With the flag flying, Lambert began the speech Valentine had written, largely cribbed from a military history book he'd swiped from Southern Command's service libraries.

"Legion soldier, you are a volunteer, serving the Cause of freedom with honor and teamwork.

"Each legion soldier is your brother in arms, whatever his origin, his past, or his creed. You show to him the same respect that binds the members of the same family bloodline.

"You respect the traditions of these United States. Discipline and training are your strengths. Courage and truth are the virtues that will one day make you admired among your peers and in the history books.

"You are proud of your place in the legion. You are always orderly, clean, and ready. Your behavior will never give anyone reason to reproach you. Your person, your quarters, and your base are always clean and ready for any inspection or visitor.

"You are an elite soldier. You consider your weapon as your most precious possession. You constantly maintain your physical fitness, level of training, and readiness for action.

"Your mission is sacred. It is carried out until the end, in respect of the Constitution, the customs of war, and law of civil organization, if need be, at the risk of your own life in defense of these ideals.

"In combat you act without passion or hatred. You respect surrendered enemies. You never surrender your dead, your wounded, or your weapons.

"You consider all of the above your oath and will carry it out until released by your superiors or through death."

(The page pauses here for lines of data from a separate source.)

"""Tensile stress area of screw threads."""

from math import pi

from calclib.equations.form import Cite, equation

ISO_898_1 = Cite("ISO 898-1", {"": "nominal stress area"})
APPENDIX_3 = Cite("AISC 360", {"22": "Appendix 3.4, Eq. A-3-7", "16": "Appendix 3.4, Eq. A-3-7"})


@equation(APPENDIX_3)
def tensile_stress_area_unified(d, n):
    """Return the tensile stress area of a Unified external thread.

    Parameters
    ----------
    d : nominal diameter [in], 0.25 to 4
    n : threads per inch [1/in], 3 to 32

    Returns
    -------
    A_t : tensile stress area [in2]

    Source: AISC 360 Appendix 3.4, Eq. A-3-7; the same as in ASME B1.1 (from memory).

    >>> round(tensile_stress_area_unified(d=1.0, n=8), 4)
    0.6057
    """
    A_t = pi / 4 * (d - 0.9743 / n) ** 2
    return A_t


@equation(ISO_898_1)
def tensile_stress_area_metric(d, P):
    """Return the tensile stress area of an ISO metric external thread.

    Parameters
    ----------
    d : nominal diameter [mm], 1.6 to 100
    P : pitch [mm], 0.35 to 6

    Returns
    -------
    A_t : tensile stress area [mm2]

    Source: ISO 898-1. The circle on the mean of the pitch and minor diameters; 0.9382 is half of 0.6495 + 1.2269.
    ISO 898-1 covers up to M39; AISC 360 Appendix 3.4, Eq. A-3-7M uses the same form for larger rods.

    >>> round(tensile_stress_area_metric(d=20, P=2.5), 1)
    244.8
    """
    A_t = pi / 4 * (d - 0.9382 * P) ** 2
    return A_t
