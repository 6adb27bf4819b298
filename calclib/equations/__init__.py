"""The equations: one function is one equation of one clause. Straight-line arithmetic on plain numbers or arrays.

The same lines are computed (floats), swept (arrays) and shown (through handcalcs). The renderer shows only
straight-line arithmetic truthfully, so `equation` refuses everything else when the module is imported: see
`calclib.equations.form`. An argument's unit, meaning and valid range stand once, in the docstring, and are read
from there.
"""
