"""JupyterLab and a headless Chromium for the browser test; both see nothing but this machine."""

import json
import os
import shutil
import signal
import socket
import subprocess
import sys
import time
import urllib.request
from pathlib import Path

import pytest

ROOT = Path(__file__).parent.parent.parent
CHROMIUM = next((path for name in ("chromium", "chromium-browser", "google-chrome", "chrome")
                 if (path := shutil.which(name))), None)
FLAGS = ["--no-sandbox", "--disable-background-networking", "--disable-component-update", "--disable-sync",
         "--disable-quic", "--no-first-run"]
RUN_ALL = "void window.jupyterapp.commands.execute('notebook:run-all-cells')"
KERNEL = "[...window.jupyterapp.shell.widgets('main')].find(each => each.sessionContext).sessionContext.session?.kernel"
READY = f"() => {{ const kernel = {KERNEL}; return kernel?.connectionStatus === 'connected' && kernel.status === 'idle' }}"

if CHROMIUM is None and os.environ.get("CALCLIB_BROWSER_TESTS") != "required":
    collect_ignore_glob = ["test_*.py"]


def pytest_report_header():
    return f"browser tests with {CHROMIUM}" if CHROMIUM else "browser tests left out: no Chromium on this machine"


def _free_port():
    with socket.socket() as probe:
        probe.bind(("127.0.0.1", 0))
        return probe.getsockname()[1]


@pytest.fixture(scope="session")
def lab(tmp_path_factory):
    """JupyterLab on a copy of the workbooks, with folders of its own; yields (url, folder)."""
    assert CHROMIUM, "CALCLIB_BROWSER_TESTS=required, and there is no Chromium on this machine"
    home = tmp_path_factory.mktemp("lab")
    folder = home / "project"
    shutil.copytree(ROOT / "workbooks", folder / "workbooks")
    (folder / "exports").mkdir()
    settings = home / "settings" / "@jupyterlab" / "apputils-extension"
    settings.mkdir(parents=True)
    (settings / "notification.jupyterlab-settings").write_text(
        json.dumps({"fetchNews": "false", "checkForUpdates": False}))
    port = _free_port()
    environment = {**os.environ, "JUPYTER_CONFIG_DIR": str(home / "config"), "JUPYTER_DATA_DIR": str(home / "data"),
                   "JUPYTER_RUNTIME_DIR": str(home / "runtime"), "JUPYTERLAB_SETTINGS_DIR": str(home / "settings"),
                   "JUPYTERLAB_WORKSPACES_DIR": str(home / "workspaces")}
    environment.pop("CALCLIB_BATCH", None)
    with (home / "lab.log").open("w") as log:
        server = subprocess.Popen(
            [sys.executable, "-m", "jupyterlab", "--no-browser", "--allow-root", f"--port={port}",
             "--ServerApp.token=", "--ServerApp.password=", f"--ServerApp.root_dir={folder}",
             "--LabApp.expose_app_in_browser=True", "--LabApp.news_url=None"],
            env=environment, stdout=log, stderr=subprocess.STDOUT)
        url = f"http://127.0.0.1:{port}"
        for _ in range(300):
            try:
                urllib.request.urlopen(url + "/api/status").close()
                break
            except OSError:
                time.sleep(0.1)
        yield url, folder
        server.send_signal(signal.SIGTERM)
        server.wait(20)


@pytest.fixture(scope="session")
def chromium():
    from playwright.sync_api import sync_playwright
    with sync_playwright() as playwright:
        browser = playwright.chromium.launch(executable_path=CHROMIUM, args=FLAGS)
        yield browser
        browser.close()


@pytest.fixture
def workbook(lab, chromium):
    """Return a function that opens a workbook, runs it and returns the page."""
    url, _ = lab
    pages = []

    def open_workbook(name, run=True):
        page = chromium.new_page(viewport={"width": 1280, "height": 1000})
        page.set_default_timeout(20000)
        page.addresses = []
        page.on("request", lambda request: page.addresses.append(request.url))
        pages.append(page)
        page.goto(f"{url}/lab/tree/workbooks/{name}.ipynb?reset")
        page.wait_for_selector(".jp-Notebook .jp-Cell", timeout=60000)
        page.wait_for_function("window.jupyterapp !== undefined")
        page.wait_for_function(READY, timeout=60000)
        if run:
            page.evaluate(RUN_ALL)
            page.wait_for_selector(".jp-Notebook .calc-form")
        return page

    yield open_workbook
    for page in pages:
        page.close()
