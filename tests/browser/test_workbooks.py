"""A person at the workbook: runs it, types, reads, mistypes, presses keys. Driven in JupyterLab in a real browser."""

import re
import shutil

import nbformat
import pytest
from lab import PANEL, READY, RUN_ALL, ready
from nbclient import NotebookClient

from calclib import case, units
from calclib.calc import evaluate

HOSTILE = {
    "project": r"Pier $x$ <b>bold</b> `*a*` \backslash {_q_} | &amp; ~~no~~ # 100%",
    "subject": r"\frac{1}{2} $$y$$ <script>document.title='run'</script> [a](b) ![c](d)",
    "load_source": r"\(z\) and \[w\] and \$5$ <img src=x> & 1.2D + 1.6S",
    "steel": r"$A36$ \textbf{x} __b__ <i>",
    "remarks": "* star $k$\n# head <u>\n1. one\n> quote \\alpha",
}


def field(page, label):
    return page.locator(".calc-form").get_by_label(re.compile(f"^{label}")).first


def enter(page, label, text):
    """Type over a field, key by key for the last one."""
    control = field(page, label)
    control.fill(text[:-1])
    control.press_sequentially(text[-1])


def equations(page):
    """Return the text of every typeset equation, from the mathematics that screen readers are given."""
    return page.locator(".jp-Notebook mjx-container math").evaluate_all("all => all.map(one => one.textContent)")


def pictures(page):
    return page.locator(".jp-Notebook .jp-OutputArea-output img").evaluate_all("all => all.map(one => one.src)")


def cells(page):
    """Return id and source of every cell of the notebook itself; the page holds only those near the view."""
    return page.evaluate(f"[...{PANEL}.context.model.cells].map(cell => [cell.id, cell.sharedModel.getSource()])")


def texts(page):
    """Return the text of every output without its formulas."""
    return page.locator(".jp-Notebook .jp-OutputArea-output").evaluate_all("""all => all.map(one => {
        const copy = one.cloneNode(true);
        for (const formula of copy.querySelectorAll('mjx-container')) formula.remove();
        return copy.textContent;
    })""")


def outputs(page):
    """Return [stamps printed, holds a picture, marked stale] of each cell's outputs that print a stamp."""
    return page.locator(".jp-Notebook .jp-Cell-outputWrapper").evaluate_all("""all => all.map(one => [
        [...one.textContent.matchAll(/stamp\\s+([0-9a-f]{8})/g)].map(found => found[1]),
        Boolean(one.querySelector('img')), one.classList.contains('calc-stale-output'),
    ]).filter(each => each[0].length)""")


def wait_for(page, made, seconds=60):
    """Wait until `made()` is true; it is asked again and again."""
    for _ in range(seconds * 20):
        if made():
            return
        page.wait_for_timeout(50)
    raise AssertionError("the page did not change in time")


def at_rest(page):
    """Wait until the workbook shows everything and nothing is marked."""
    wait_for(page, lambda: len(outputs(page)) > 8 and len(equations(page)) > 3 and len(pictures(page)) > 2)
    wait_for(page, lambda: not any(stale for _, _, stale in outputs(page)))


def test_typing_changes_equations_sketch_and_plots(workbook, lab):
    page = workbook("pin_plate")
    at_rest(page)
    assert page.locator(".calc-form").evaluate("""form => {
        const page = form.closest('.jp-WindowedPanel-outer').getBoundingClientRect();
        const top = form.getBoundingClientRect().top;
        return top >= page.top - 10 && top < page.bottom;
    }"""), "after the run the form is in view"
    start = case.load(lab[1] / "workbooks/cases/hanger_plate.yaml")
    for label, name, text in (("Plate thickness", "plate_thickness", "1-1/4 in"),
                              ("Hole diameter", "hole_diameter", "2-9/16 in")):
        before = pictures(page)
        start = start.with_texts(**{name: text})
        wanted = {units.text(block.available, units.FORCE, "US").split()[0]
                  for block in evaluate(start).limit_states if block.available}
        enter(page, label, text)
        wait_for(page, lambda wanted=wanted: all(any(each in shown for shown in equations(page)) for each in wanted))
        wait_for(page, lambda before=before: all(a != b for a, b in zip(before, pictures(page), strict=True)))
    at_rest(page)

    good, drawn = equations(page), pictures(page)
    enter(page, "Hole diameter", "banana")
    page.locator(".calc-form").get_by_text("is not a number with a unit").wait_for()
    assert field(page, "Hole diameter").get_attribute("aria-invalid") == "true"
    page.get_by_text("The calc below is the last good one").wait_for()
    page.wait_for_timeout(500)
    assert (equations(page), pictures(page)) == (good, drawn)

    enter(page, "Hole diameter", "2-17/32 in")
    wait_for(page, lambda: equations(page) != good)
    assert field(page, "Hole diameter").get_attribute("aria-invalid") == "false"
    at_rest(page)


def test_fast_typing_ends_with_everything_of_the_last_entry(workbook, lab):
    page = workbook("pin_plate")
    at_rest(page)
    control = field(page, "Required strength")
    control.fill("")
    control.press_sequentially("123.4 kip", delay=20)
    field(page, "Plate width").fill("")
    field(page, "Plate width").press_sequentially("8-1/2 in", delay=40)
    changed = case.load(lab[1] / "workbooks/cases/hanger_plate.yaml").with_texts(
        required_strength="123.4 kip", plate_width="8-1/2 in")
    wait_for(page, lambda: any(changed.digest in each for each in texts(page)))
    at_rest(page)
    calc = evaluate(changed)
    for block in calc.limit_states:
        if block.available:
            printed = units.text(block.available, units.FORCE, "US").split()[0]
            assert any(printed in shown for shown in equations(page)), block.title


def test_no_key_typed_in_the_form_changes_a_cell(workbook):
    page = workbook("threaded_rod")
    at_rest(page)
    before = cells(page)
    assert len(before) > 15
    seen = set()
    for control in page.locator(".calc-form .calc-control, .calc-form button").element_handles():
        control.focus()
        kind = control.evaluate("one => one.nodeName + (one.role || '')")
        for key in ("x d d a b Escape x d d" if kind in seen else
                    "x d d a b m y r c v z 0 0 i i l o Shift+M Escape x d d a b z 0 0 i i").split():
            page.keyboard.press(key)
        seen.add(kind)
        assert page.locator(".jp-Dialog").count() == 0
    assert {"INPUT", "SELECT", "BUTTON"} <= seen
    page.wait_for_timeout(500)
    assert cells(page) == before
    assert page.locator(".calc-form").count() == 1


def test_a_page_opened_again_never_shows_old_outputs_as_live(workbook):
    page = workbook("threaded_rod")
    at_rest(page)
    page.evaluate(f"{PANEL}.context.save()")
    old = equations(page)
    enter(page, "Required strength", "19 kip")
    wait_for(page, lambda: equations(page) != old)
    at_rest(page)
    page.reload()  # the kernel lives on, and the file holds the outputs from before the edit
    ready(page)
    wait_for(page, lambda: field(page, "Required strength").input_value() == "19 kip")
    wait_for(page, lambda: [stale for _, picture, stale in outputs(page) if picture] == [True, True])
    page.get_by_text("Outputs marked STALE were made from other inputs").wait_for()

    page.evaluate(f"{PANEL}.sessionContext.session.kernel.restart()")
    wait_for(page, lambda: all(stale for _, _, stale in outputs(page)))
    page.get_by_text("No answer from the kernel").first.wait_for()
    page.wait_for_function(READY)
    page.evaluate(RUN_ALL)
    wait_for(page, lambda: any("30.5" in each for each in equations(page)))
    at_rest(page)

    page.evaluate(f"{PANEL}.context.save()")
    page.evaluate(f"{PANEL}.sessionContext.shutdown()")
    wait_for(page, lambda: all(stale for _, _, stale in outputs(page)))
    page.reload()  # no kernel, so no form: the note says so
    page.wait_for_selector(".jp-Notebook .jp-Cell")
    page.get_by_text("the workbook is not running").first.wait_for()


@pytest.fixture(scope="session")
def hostile(lab):
    """A workbook on a case whose texts are markup, run by another program, so that the browser does not trust it."""
    folder = lab[1] / "workbooks"
    calc = case.load(folder / "cases/hanger_plate.yaml").with_texts(**HOSTILE)
    case.save(case.Case(calc.kind, calc.texts, ((r"<b>", "$d$", r"\by", "`x` *y*"),)), folder / "cases/hostile.yaml")
    notebook = nbformat.read(folder / "pin_plate.ipynb", as_version=4)
    parameters = next(cell for cell in notebook.cells if "parameters" in cell.metadata.get("tags", []))
    parameters.source = re.sub(r"^case = .*$", 'case = "cases/hostile.yaml"', parameters.source, flags=re.MULTILINE)
    with pytest.MonkeyPatch.context() as patch:
        patch.setenv("CALCLIB_BATCH", "1")
        NotebookClient(notebook, kernel_name="python3", resources={"metadata": {"path": str(folder)}}).execute()
    nbformat.write(notebook, folder / "hostile.ipynb")
    return "hostile"


def test_texts_of_people_print_as_themselves_trusted_or_not(workbook, hostile):
    page = workbook(hostile, run=False)
    for run in (False, True):
        if run:
            page.evaluate(RUN_ALL)
            page.wait_for_selector(".calc-form", state="attached")
        at_rest(page)
        trusted = page.evaluate(f"[...{PANEL}.context.model.cells].some(each => each.trusted && each.outputs?.length)")
        assert trusted == run
        assert page.locator(".jp-Notebook .jp-RenderedMarkdown table").count() >= 6
        assert len(equations(page)) >= 5
        read = [" ".join(each.split()) for each in page.locator(
            ".jp-Notebook td, .jp-Notebook li").evaluate_all("all => all.map(one => one.textContent)")]
        for text in HOSTILE.values():
            for line in text.splitlines():
                assert any(line in each for each in read), line
        for text in ("<b>", "$d$", r"\by", "`x` *y*"):
            assert text in read
        raw = [each for each in texts(page) if re.search(r"\\begin|\\cdot|\\text\{|\\mathrm|&#|\\\\", each)]
        assert raw == []
        assert page.title() != "run"
        assert page.locator(".jp-OutputArea-output :is(script, i, u, del, img[src='x'])").count() == 0


def test_saving_and_issuing(workbook, lab):
    folder = lab[1]
    path = folder / "workbooks/cases/sag_rod.yaml"
    original = path.read_bytes()
    try:
        page = workbook("threaded_rod")
        at_rest(page)
        enter(page, "Required strength", "29 kip")
        page.get_by_role("button", name="Save case").click()
        page.locator(".calc-notice").get_by_text("Saved to").wait_for()
        assert case.load(path).texts["required_strength"] == "29 kip"

        page.get_by_role("button", name="Issue").click()
        notice = page.locator(".calc-notice").get_by_text("Issued: ")
        notice.wait_for(timeout=60000)
        issued = folder / "exports/TC-102/rev-0"
        for suffix in ("pdf", "html", "ipynb", "json", "yaml"):
            assert (issued / f"TC-102-rev-0.{suffix}").exists()
            assert f"TC-102-rev-0.{suffix}" in notice.inner_text()

        case.save(case.load(path).with_texts(project="Somebody else was here"))
        enter(page, "Required strength", "28 kip")
        page.get_by_role("button", name="Save case").click()
        page.locator(".calc-notice").get_by_text("somebody else changed this case").wait_for()
        assert case.load(path).texts["required_strength"] == "29 kip"

        again = workbook("threaded_rod")
        wait_for(again, lambda: again.locator(".calc-form").count() == 1)
        assert field(again, "Project").input_value() == "Somebody else was here"
        assert field(again, "Required strength").input_value() == "29 kip"
    finally:
        path.write_bytes(original)
        shutil.rmtree(folder / "exports/TC-102", ignore_errors=True)
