# --- what holds the parts together: just inside and just outside ------------------------------------------------

@pytest.mark.parametrize("edition", ["22", "16"])
@pytest.mark.parametrize("rule, field, inside, outside, severity", [
    ("tie plate length", "tie_length", "7.3334 in", "7.333 in", "fails"),            # 2/3 of 11 in
    ("tie plate thickness", "plate_thickness", "0.22 in", "0.2199 in", "fails"),      # 11 in / 50
    ("tie plate fasteners", "tie_fastener_spacing", "6 in", "6.001 in", "fails"),
    ("tie plate fasteners", "tie_fastener_spacing", "0 in", "7 in", "fails"),
    ("component slenderness", "connector_spacing", "207 in", "207.01 in", "caution"),  # 300 r_y of 0.69 in
    ("member slenderness", "length", "1101 in", "1101.1 in", "caution"),               # 300 r_x of 3.67 in
])
def test_tie_plates(edition, rule, field, inside, outside, severity):
    changes = {"standard": f"AISC 360-{edition}"}
    assert status(rule, **changes, **{field: inside}) == "meets"
    assert status(rule, **changes, **{field: outside}) == severity


@pytest.mark.parametrize("rule, field, inside, outside", [
    ("tie plate length", "tie_length", "186.67 mm", "186.6 mm"),
    ("tie plate thickness", "plate_thickness", "5.6 mm", "5.59 mm"),
    ("tie plate fasteners", "tie_fastener_spacing", "150 mm", "150.1 mm"),     # a pair: 6 in would be 152.4 mm
])
def test_tie_plates_in_si(rule, field, inside, outside):
    assert status(rule, **METRIC | {field: inside}) == "meets"
    assert status(rule, **METRIC | {field: outside}) == "fails"


WEATHERING = {"exposure": "unpainted weathering steel, exposed"}
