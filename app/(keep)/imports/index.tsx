import { ImportsScreen } from '@/components/imports/ImportsScreen';

export default function ImportsRoute() {
  return <ImportsScreen />;
}
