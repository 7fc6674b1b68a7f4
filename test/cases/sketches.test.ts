import { mkdtempSync, readFileSync, rmSync, writeFileSync } from 'node:fs';
import { tmpdir } from 'node:os';
import { join } from 'node:path';
import { afterAll, describe, expect, it } from 'vitest';
import { vocabulary } from '../../src/assemble/index.ts';
import { readCase } from '../../src/case/index.ts';
import { flows } from '../../src/flows/index.ts';
import { plan } from '../../src/plan/index.ts';
import { runbrief } from '../commands/harness.ts';

const sketches = readFileSync(new URL('../case/sketches.yaml', import.meta.url), 'utf8').split(/^---$/m).slice(1).map((text) => ({
  text,
  title: /^title: (.*)$/m.exec(text)?.[1] ?? '',
  flow: /^flow: (.*)$/m.exec(text)?.[1] ?? '',
}));
const planOf = (text: string) => plan(readCase(text, 'sketch.case.yaml', vocabulary), { version: 'test' });
const folder = mkdtempSync(join(tmpdir(), 'runbrief-sketches-'));
afterAll(() => rmSync(folder, { recursive: true, force: true }));

describe('sketches of every kind', () => {
  it.each(sketches.filter(({ flow }) => flow in flows))('$title: is planned, $flow', async ({ text }) => {
    const made = await planOf(text);
    const numbers = Object.entries(made.quantities).flatMap(([id, { value, low, high }]) => [value, low ?? 0, high ?? 0].some((x) => typeof x === 'number' && !Number.isFinite(x)) ? [id] : []);
    expect(numbers).toEqual([]);
    const named = Object.values(made.sections).flatMap(({ lines, tables }) => [...lines.flatMap((l) => l.quantities ?? []), ...tables.flatMap((t) => t.rows.flat().flatMap((cell) => (typeof cell === 'string' ? [] : [cell.id])))]);
    expect(named.filter((id) => made.quantities[id] === undefined)).toEqual([]);
    expect(made.effects.filter((e) => e.judged && e.verdict === 'undecided' && (e.missing ?? []).length === 0).map((e) => e.id)).toEqual([]);
  });

  it.each(sketches.filter(({ flow }) => !(flow in flows)))('$title: $flow is refused by name', async ({ text }) => {
    await expect(planOf(text)).rejects.toMatchObject({ list: [{ code: 'flow-not-built' }] });
  });

  it.each(sketches)('$title: the command ends with 0 or with the one problem', async ({ text, flow }) => {
    const file = join(folder, 'sketch.case.yaml');
    writeFileSync(file, text);
    const { code, stdout, stderr } = await runbrief(['plan', file]);
    if (flow in flows) expect({ code, stderr, odd: /NaN|Infinity|undefined|\[object/.exec(stdout)?.[0] }).toEqual({ code: 0, stderr: '', odd: undefined });
    else expect({ code, stdout, says: stderr.includes(`the flow ${flow} is known but not built yet`) }).toEqual({ code: 1, stdout: '', says: true });
  });
});
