import { readFileSync } from 'node:fs';
import { describe, expect, it } from 'vitest';
import { vocabulary } from '../../src/assemble/index.ts';
import { readCase } from '../../src/case/index.ts';
import { settleCase } from '../../src/plan/index.ts';
import { trace } from '../../src/workings/index.ts';
import { planned } from './expert.ts';

const celsius = (t: number): number => t + 273.15;

describe('a tube heated by a given flux', () => {
  it('is hottest at its outlet, by hand 25.6 K above the fluid', async () => {
    const { plan, n } = await planned('heated-tube');
    // 120 kW/m^2 on pi 10 mm 3 m is 11 310 W; 0.5 m/s of 998.2 kg/m^3 at 4180 J/(kg K) takes it with 69 K.
    expect(n('outletTemperature')).toBeCloseTo(celsius(89), 0);
    // Water at 89 degC (IAPWS): 966 kg/m^3, 0.319 mPa s, 0.674 W/(m K), Pr 1.98; Re 15 400, Gnielinski (1976) Nu 69.6, h 4690 W/(m^2 K).
    expect(Math.abs(n('wallTemperatureOutlet') - celsius(114.6))).toBeLessThan(2.5);
    expect(n('wallTemperatureMax')).toBe(n('wallTemperatureOutlet'));
    expect(n('wallTemperatureMin')).toBe(celsius(20)); // the layer of heat begins without thickness
    // It boils at 104.5 degC under 1.19 bar: 10 K of superheat.
    expect(plan.effects.find(({ id }) => id === 'boiling')?.verdict).toBe('include');
    expect(plan.targets[0]).toMatchObject({ quantity: 'wallTemperatureOutlet', computed: true });
  });

  it('is hottest where the fluid enters if heat is taken from it', async () => {
    const { n } = await planned('heated-tube', [['120 kW/m^2', '-40 kW/m^2'], ['temperature: 20 degC', 'temperature: 80 degC']]);
    expect(n('wallTemperatureMax')).toBe(celsius(80));
    expect(n('wallTemperatureMin')).toBe(n('wallTemperatureOutlet'));
    expect(n('wallTemperatureOutlet')).toBeLessThan(n('outletTemperature'));
  });

  it('has a trace that goes through the film to the inputs', () => {
    const name = new URL('./heated-tube.case.yaml', import.meta.url);
    const ids = trace(settleCase(readCase(readFileSync(name), 'heated-tube.case.yaml', vocabulary)).assembled.workings, 'wallTemperature').map(({ id }) => id);
    for (const id of ['heatTransferCoefficient', 'nusselt', 'bulkTemperature', 'wallHeatFlux@wall', 'thermalConductivityBulk']) expect(ids).toContain(id);
  });
});

it('a wall that exchanges heat with its surroundings runs from one end to the other', async () => {
  const { n } = await planned('heated-tube', [['{ heatFlux: 120 kW/m^2 }', '{ heatTransferCoefficient: 900 W/(m^2 K) }'], ['fluid:', 'surroundings: { temperature: 150 degC }\nfluid:']]);
  // h_i and 900 W/(m^2 K) in series: the face lies nearer to the fluid, and follows it.
  const U = 1 / (1 / n('heatTransferCoefficient') + 1 / 900);
  expect(n('wallTemperatureOutlet')).toBeCloseTo(n('outletTemperature') + (U / n('heatTransferCoefficient')) * (celsius(150) - n('outletTemperature')), 3);
  expect(n('wallTemperatureMax')).toBe(n('wallTemperatureOutlet'));
  expect(n('wallTemperatureMin')).toBeLessThan(n('wallTemperatureOutlet'));
});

Ediyak modeled the new uniform. The cut was similar to his old shit detail company's utility-worker uniforms, right down to the tool vest, the padded knees and elbows (a simple fold of the fleece made for light and comfortable cushioning), and the pen holders on the shoulder. The outer shell was a thick nylon-blend canvas of Evansville tenting, the inner the soft fleece so generously supplied by Southern Command. The color was a rather uninspiring, but usefully muted, rifle green. She'd daubed hers with gray and brown and black into a camouflage pattern.

Valentine tried to read their faces. Were the men standing a little taller? He could tell Lambert's speech, the new flag, and the new uniform had their interest and attention.

He spent two frantic days trying to make contact with the Bulletproof. He wouldn't believe the news about Ahn-Kha until he heard his old friend's voice.